Plasma tissue factor activity in lung cancer patients predicts venous thromboembolism and poor overall survival

Res Pract Thromb Haemost. 2024 Mar 1;8(2):102359. doi: 10.1016/j.rpth.2024.102359. eCollection 2024 Feb.

Abstract

Background: Biomarkers to identify lung cancer (LC) patients with high risk of venous thromboembolism (VTE) are needed.

Objectives: To evaluate the usefulness of plasma tissue factor activity (TFA) and D-dimer levels for the prediction of VTE and overall survival in patients with LC.
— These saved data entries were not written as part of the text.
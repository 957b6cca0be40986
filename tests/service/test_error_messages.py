"""Problem documents read as sentences: where a body is not JSON and what is probably wrong,
the size limit of a body too large, one root cause for a spec (jobs and batches alike)."""
import json

import pytest

PROBLEM = "application/problem+json"
MODEL = {"states": {"y": 1.0}, "parameters": {"k": 1.0}, "ddt": {"y": "-k*y"}}


def post(client, path, body):
    data = body if isinstance(body, (str, bytes)) else json.dumps(body)
    return client.post(path, data=data, content_type="application/json")


@pytest.mark.parametrize("body, line, column, words", [
    ('{"model": {}, "span": [0, 1],}', 1, 30, "a comma after the last item is not allowed"),
    ('{\n  "span": [0, 1]\n  "model": {}\n}', 3, 3, "a comma is missing between two items"),
    ("{'span': [0, 1]}", 1, 2, "a key must be a string in double quotes"),
    ('{"nonnegative": True}', 1, 17, "true, false and null are lower case"),
])
def test_invalid_json_gets_line_column_and_a_plain_sentence(client, body, line, column, words):
    r = post(client, "/v1/jobs", body)
    assert r.status_code == 400 and r.mimetype == PROBLEM
    p = r.get_json()
    assert (p["line"], p["column"]) == (line, column)
    assert f"line {line}, column {column}" in p["detail"] and words in p["detail"]
    for parser_words in ("Expecting", "delimiter", "enclosed in double quotes"):
        assert parser_words not in p["detail"]


def test_an_empty_body_is_said_to_be_empty(client):
    r = post(client, "/v1/jobs", "")
    assert r.status_code == 400 and "empty" in r.get_json()["detail"]


def test_a_body_over_the_limit_states_the_limit(client, app):
    limit = app.config["MAX_CONTENT_LENGTH"]
    r = post(client, "/v1/jobs", "x" * (limit + 1))
    assert r.status_code == 413 and r.mimetype == PROBLEM
    p = r.get_json()
    assert p["limit_bytes"] == limit and f"{limit} bytes" in p["detail"]


def test_a_bare_model_posted_as_a_job_is_one_problem_saying_how_to_wrap_it(client):
    r = post(client, "/v1/jobs", MODEL)
    assert r.status_code == 422
    (error,) = r.get_json()["errors"]
    assert error["pointer"] == "/" and 'put it under "model"' in error["detail"]


def test_a_batch_answers_every_problem_at_once_with_suggestions(client):
    spec = {"base": {"model": MODEL, "tspan": [0, 1]}, "grid": {"parameters": {"kk": [1, 2]}},
            "summaries": [{"kind": "final", "of": "yy"}]}
    r = post(client, "/v1/batches", spec)
    assert r.status_code == 422
    found = {e["pointer"]: e["detail"] for e in r.get_json()["errors"]}
    assert found == {"/base/tspan": "unknown field 'tspan'; did you mean 'span'?",
                     "/grid/parameters/kk": "'kk' is not a parameter of the base model; did you mean 'k'?",
                     "/summaries/0/of": "'yy' is not a state or derived quantity of the base model; "
                                        "did you mean 'y'?"}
Methods: In a prospective multicenter observational cohort of consecutive LC patients, TFA and D-dimer levels were measured at diagnosis before any cancer treatment (V1) and between 8 and 12 weeks after diagnosis (V2).

Results: Among 302 patients, 38 (12.6%) experienced VTE within the first year after diagnosis. V1-TFA and V1-D-dimer levels were significantly (P = .02) higher in patients who presented VTE within 3 months than in patients without VTE: V1-TFA was 2.02 (25th-75th percentiles, 0.20-4.01) vs 0.49 (0.20-3.09) ng/mL and V1-D-dimer was 1.42 (0.64-4.40) vs 0.69 (0.39-1.53) μg/mL, respectively. Cutoffs of 1.92 ng/mL for TFA and 1.26 μg/mL for D-dimer could discriminate both groups of patients. In multivariate analysis, V1-TFA > 1.92 ng/mL was the only significant predictor of VTE risk at 1 year (hazard ratio, 2.10; 95% CI, 1.06-4.16; P = .03). V2-TFA, quantified in 251 patients, decreased significantly compared with V1-TFA (0.20 vs 0.56 ng/mL, P < .05), but a V2-TFA level > 0.77 ng/mL could predict VTE in the following 3 months. Median overall survival was worse for patients with V1-TFA > 1.92 ng/mL (14.6 vs 23.8 months) and V1-D-dimer > 1.26 μg/mL (13.8 vs 24 months, P < .001).

Conclusion: High plasma TFA levels are associated with the occurrence of VTE within the next 3 months after each visit (V1 or V2) and poor survival.

Keywords: D-dimer; lung neoplasms; survival; thromboplastin; venous thromboembolism.